Я у себя врубаю музыку на полную катушку. Я иначе не люблю. Иногда какой-нибудь обормот стучит в дверь и просит:

— Послушай, старина, нельзя ли потише?

Если я пью бурбон или столярничаю, бывает, и отвечаю, а то и мимо ушей пропускаю. Но эта публика ко мне не вяжется. Может, потому, что я под два метра и на сто кило тяну. Кто их знает?

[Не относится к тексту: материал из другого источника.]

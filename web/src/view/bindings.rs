//! Which datum of the instance each name of the rivals takes, where the names differ; and whose rivals
//! would find their data, where none of these does or all of it is assumed.

use record::message::{BindJob, Binding, BindingOffer, FoundBy};
use web_sys::HtmlSelectElement;
use yew::prelude::*;

use crate::state::arrange::Arrange;
use crate::state::document::{Document, DocumentAction};
use crate::view::hands::{Hands, use_hands};
use crate::view::instance::InstanceProps;

/// Families offered at most.
const SUITS: usize = 6;

/// The table; nothing while every name is the instance's own.
#[component]
pub(crate) fn Bindings(props: &InstanceProps) -> Html {
    let hands = use_hands();
    let document = &props.document;
    let text = document.accepted.as_ref().map(|accepted| accepted.text.clone());
    let rivals: Vec<_> = document.slots.iter().map(|slot| slot.rival.clone()).collect();
    let asked = hands.clone();
    use_effect_with((text, rivals), move |(text, rivals)| {
        if let (Some(hands), Some(text)) = (asked, text) {
            let rivals = rivals.iter().map(|rival| (**rival).clone()).collect();
            hands.session.bind(BindJob { instance: (**text).clone(), rivals });
        }
    });
    let plain = |line: &Binding| line.found == FoundBy::Name && line.problem.is_empty();
    if document.bindings.iter().all(plain) {
        return Html::default();
    }
    let choose = |name: &str| {
        let (hands, name) = (hands.clone(), name.to_owned());
        Callback::from(move |event: Event| {
            let field: HtmlSelectElement = event.target_unchecked_into();
            let taken = Some(field.value()).filter(|value| !value.is_empty());
            if let Some(hands) = &hands {
                hands.document.dispatch(DocumentAction::Bind(name.clone(), taken));
            }
        })
    };
    html! {
        <>
        { suits(document, hands.as_ref()) }
        <div class="scroll" tabindex="0" role="region" aria-label="Data that the rivals take">
            <table class="bindings" data-testid="bindings">
                <caption>{ "What the rivals take from the instance." }</caption>
                <thead><tr>
                    <th scope="col">{ "rivals' name" }</th>
                    <th scope="col">{ "takes" }</th>
                    <td />
                </tr></thead>
                <tbody>
                    for line in document.bindings.iter() { { row(document, line, choose(&line.name)) } }
                </tbody>
            </table>
        </div>
        </>
    }
}

/// Families whose data the instance holds, where no rival finds all of its own, or only by assumption:
/// one click takes their rivals in place of these.
fn suits(document: &Document, hands: Option<&Hands>) -> Html {
    if document.suits.is_empty() {
        return Html::default();
    }
    let take = |family: &str| {
        let (hands, family) = (hands.cloned(), family.to_owned());
        Callback::from(move |_: MouseEvent| {
            if let Some(hands) = &hands {
                let family = Arrange::Family(family.clone());
                hands.document.dispatch(DocumentAction::Arrange(family));
            }
        })
    };
    html! {
        <div class="suits" role="group" aria-label="Rivals that suit the instance" data-testid="suits">
            <p class="small">{ "No rival finds all of its data here but by assumption. Take rivals of a family that does, or nearly:" }</p>
            <ul class="acts">
                for suit in document.suits.iter().take(SUITS) {
                    <li key={suit.family.clone()}>
                        <button type="button" onclick={take(&suit.family)}>{ suit.family.clone() }</button>
                        if !suit.lacks.is_empty() { <span class="small soft">{ format!(" lacks {}", suit.lacks) }</span> }
                    </li>
                }
            </ul>
        </div>
    }
}

fn row(document: &Document, line: &Binding, onchange: Callback<Event>) -> Html {
    let own = document.draft.bind.get(&line.name);
    let chosen = own.or(line.taken.as_ref());
    let known = chosen.is_none_or(|name| line.offers.iter().any(|offer| offer.name == *name));
    let option = |offer: &BindingOffer| {
        html! {
            <option value={offer.name.clone()} selected={chosen == Some(&offer.name)}>
                { if offer.fits { offer.name.clone() } else { format!("{} – {}", offer.name, offer.what) } }
            </option>
        }
    };
    let fits = line.offers.iter().filter(|offer| offer.fits);
    let others = line.offers.iter().filter(|offer| !offer.fits);
    html! {
        <tr key={line.name.clone()} data-name={line.name.clone()}>
            <th scope="row"><i>{ line.name.clone() }</i>{ " " }<span class="soft">{ line.meaning.clone() }</span></th>
            <td>
                <select aria-label={format!("Datum that {} takes", line.name)} {onchange}>
                    if !known { <option selected=true>{ chosen.cloned() }</option> }
                    <option value="" selected={chosen.is_none()}>{ if own.is_some() { "as found" } else { "choose" } }</option>
                    for offer in fits { { option(offer) } }
                    if others.clone().next().is_some() {
                        <optgroup label="other shapes">for offer in others { { option(offer) } }</optgroup>
                    }
                </select>
            </td>
            <td>{ said(line) }</td>
        </tr>
    }
}

/// How it was found, or what is wrong.
fn said(line: &Binding) -> Html {
    if !line.problem.is_empty() {
        return html! { <span class="warn">{ line.problem.clone() }</span> };
    }
    html! {
        <span class="soft">{ match line.found {
            FoundBy::Shape => format!("assumed: {}", line.reason),
            FoundBy::Person => "chosen".to_owned(),
            FoundBy::Name | FoundBy::Nothing => String::new(),
        } }</span>
    }
}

Без музыки я бы спятил. Лучше нее ничего нет. Это уж как пить дать. Она не лезет к тебе в душу со всякими дурацкими вопросами. И ничего не просит, только слушай. А бывают песни будто прямо про тебя. Сайд Эффект. Арефа. Глэдис. Смоуки, ЛТД. Если кто-нибудь из этих соседушек стучит в дверь, я, когда в хорошем настроении и ничем не занят, а переодеваюсь или газету читаю, обычно кричу:

— Вали, приятель!

Они, наверное, меня шизиком считают. Ясно, конечно, что я не подарочек, но такова уж моя натура. Люблю наблюдать, что люди делают, откуда идут. Меня из флота выкинули за мой характер: не умею нормально общаться — ни слушать, ни выполнять приказы. Зачем мне вся эта чушь? Чего ради выпендриваться? Черный и дома досыта навоюется. Когда мне сказали „набор", а это значит армия, я ответил: „Только не для меня". Мне что-нибудь попроще: подлодки, корабли и все прочее. С какой мне стати по приказу белых убивать людей, которые мне ничего плохого не сделали? А белые при этом думают, что облагодетельствовали меня! Мне два года понадобилось, чтобы выбраться из этой передряги.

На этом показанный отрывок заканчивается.